Full summer had broken over the high steppe, when hot winds ignited rings of circle grass, sending herds stampeding amid clouds of dust. Even before the present crisis, wayfarers avoided the summer sun, preferring the cool moonlight for travel. Urrish guides bragged they would know the plain blindfolded.
That’s fine for them, Sara thought, swishing her aching feet in the oasis spring. An urs doesn’t fall on her face when a chance stone turns underfoot. Me, I like to see where I’m going.
Predawn light revealed mighty outlines to the east. The Rimmers, Sara thought. The mixed-race expedition was making good time, hurrying to reach the Glade before events there reached a climax. On the plus side, she was anxious to see her brothers, and to learn how well Bloor was implementing her idea. There might also be medical help for her ward, the Stranger, if it seemed safe to reveal him to the aliens. A big if. Nor had she quite given up on getting to see one of the fabled library consoles of the Great Galactics.
Yet there was also much to fear. If the star-gods did plan on wiping out all witnesses, it would surely start at the Glade. Above all, Sara worried that she might be taking the Stranger into the hands of his enemies. The dark, ever-cheerful man seemed eager to go, but did he really understand what was involved?

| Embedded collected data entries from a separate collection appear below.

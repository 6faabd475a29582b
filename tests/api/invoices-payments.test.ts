import ExcelJS from 'exceljs';
import Stripe from 'stripe';
import request from 'supertest';
import { afterAll, beforeAll, describe, expect, it } from 'vitest';
import { ROLES, kindOfRole } from '../../shared/domain/roles';
import { invoiceSchema } from '../../shared/schemas/invoice.schema';
import { startPaymentResultSchema } from '../../shared/schemas/payment.schema';
import { DEMO_CATALOGUES, installCatalogue } from '../../seeds/02-catalogue';
import { createTestApp, type TestApp } from '../setup/test-app';
import { GABLE_CSV as GABLE, inDays, signIn } from '../setup/scenario';
import { makeOrgWithUser, makeUser } from '../setup/factories';
import { loadRunOf } from '../setup/order-scenario';

let t: TestApp;
beforeAll(async () => {
  t = await createTestApp({ LOGIN_RATE_LIMIT: '1000' });
});
afterAll(async () => t.close());

const [TOLLERBECK] = DEMO_CATALOGUES;
const today = () => new Date().toISOString().slice(0, 10);

// The provider's published test cards: 4242… succeeds, 4000 0000 0000 0002 is a generic decline.
const CARD_OK = '4242 4242 4242 4242';
const CARD_DECLINED = '4000 0000 0000 0002';

const login = (email: string) => signIn(t.app, email);

async function merchant() {
  const owner = await makeOrgWithUser(t.db, 'merchant', 'merchant_owner');
  const installed = await installCatalogue(t.db, owner.organisationId, [{ id: owner.branchId!, priceFactor: 1, stockFactor: 1 }], TOLLERBECK);
  const sales = await makeUser(t.db, owner.organisationId, 'merchant_sales');
  return {
    organisationId: owner.organisationId,
    branchId: owner.branchId!,
    ownerEmail: owner.email,
    salesEmail: sales.email,
    desk: await login(sales.email),
    product: (sku: string) => installed.productIds.get(sku)!,
    systemId: installed.systemIds[0].id,
  };
}
type Merchant = Awaited<ReturnType<typeof merchant>>;

async function contractor(m: Merchant) {
  const u = await makeOrgWithUser(t.db, 'contractor', 'contractor_owner');
  const c = await login(u.email);
  const p = await c.post('/api/projects', { name: 'Ferncombe Mews', site_address: '1–4 Ferncombe Mews, Tollerbeck', crane_lift: 'allowed' });
  const token = await c.csrf();
  await c.agent.post(`/api/projects/${p.body.id}/schedule`).set('X-CSRF-Token', token).set('Content-Type', 'text/csv').send(GABLE);
  const e = await c.post(`/api/projects/${p.body.id}/estimates`, { system_id: m.systemId });
  return { ...u, c, estimate: e.body };
}

/** A confirmed order of 360 tiles at 128p and 10 battens at 440p, invoiced from the confirmed packs. */
async function invoiced(m: Merchant, k: Awaited<ReturnType<typeof contractor>>) {
  const order = await k.c.post('/api/orders', {
    estimate_id: k.estimate.id,
    branch_id: m.branchId,
    requested_date: inDays(5),
    delivery_method: 'ground',
    lines: [
      { product_id: m.product('TRS-FL420-SG'), quantity: 360 },
      { product_id: m.product('TRS-BAT-3825'), quantity: 10 },
    ],
  });
  expect((await m.desk.post(`/api/orders/${order.body.id}/confirm`, {})).status).toBe(200);
  const inv = await m.desk.post(`/api/orders/${order.body.id}/invoice`);
  expect(inv.status, JSON.stringify(inv.body)).toBe(201);
  return { orderId: order.body.id as number, invoice: invoiceSchema.parse(inv.body) };
}

/** Types a card on the fake's own hosted page, as a person would: plain HTTP to the fake, never to the app. */
async function payOnHostedPage(checkoutUrl: string, card: string) {
  const url = new URL(checkoutUrl);
  const page = await request(url.origin).get(url.pathname);
  expect(page.status).toBe(200);
  expect(page.text).toMatch(/name="card_number"/);
  return request(url.origin).post(url.pathname).type('form').send({ card_number: card, expiry: '12/34', cvc: '123', name: 'Tamsin Orrell' });
}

A whistling sigh fluted from Pzora’s corrugated cone, as the traeki siphoned water from the pond, fatigued despite having ridden all the way in a donkey-drawn chariot. A new rewq draped across Pzora’s sensor ring, one of two Sara had bought from the fresh supply at Kandu Landing, to help the traeki pharmacist treat the wounded alien, even though she wasn’t keen on the symbionts herself.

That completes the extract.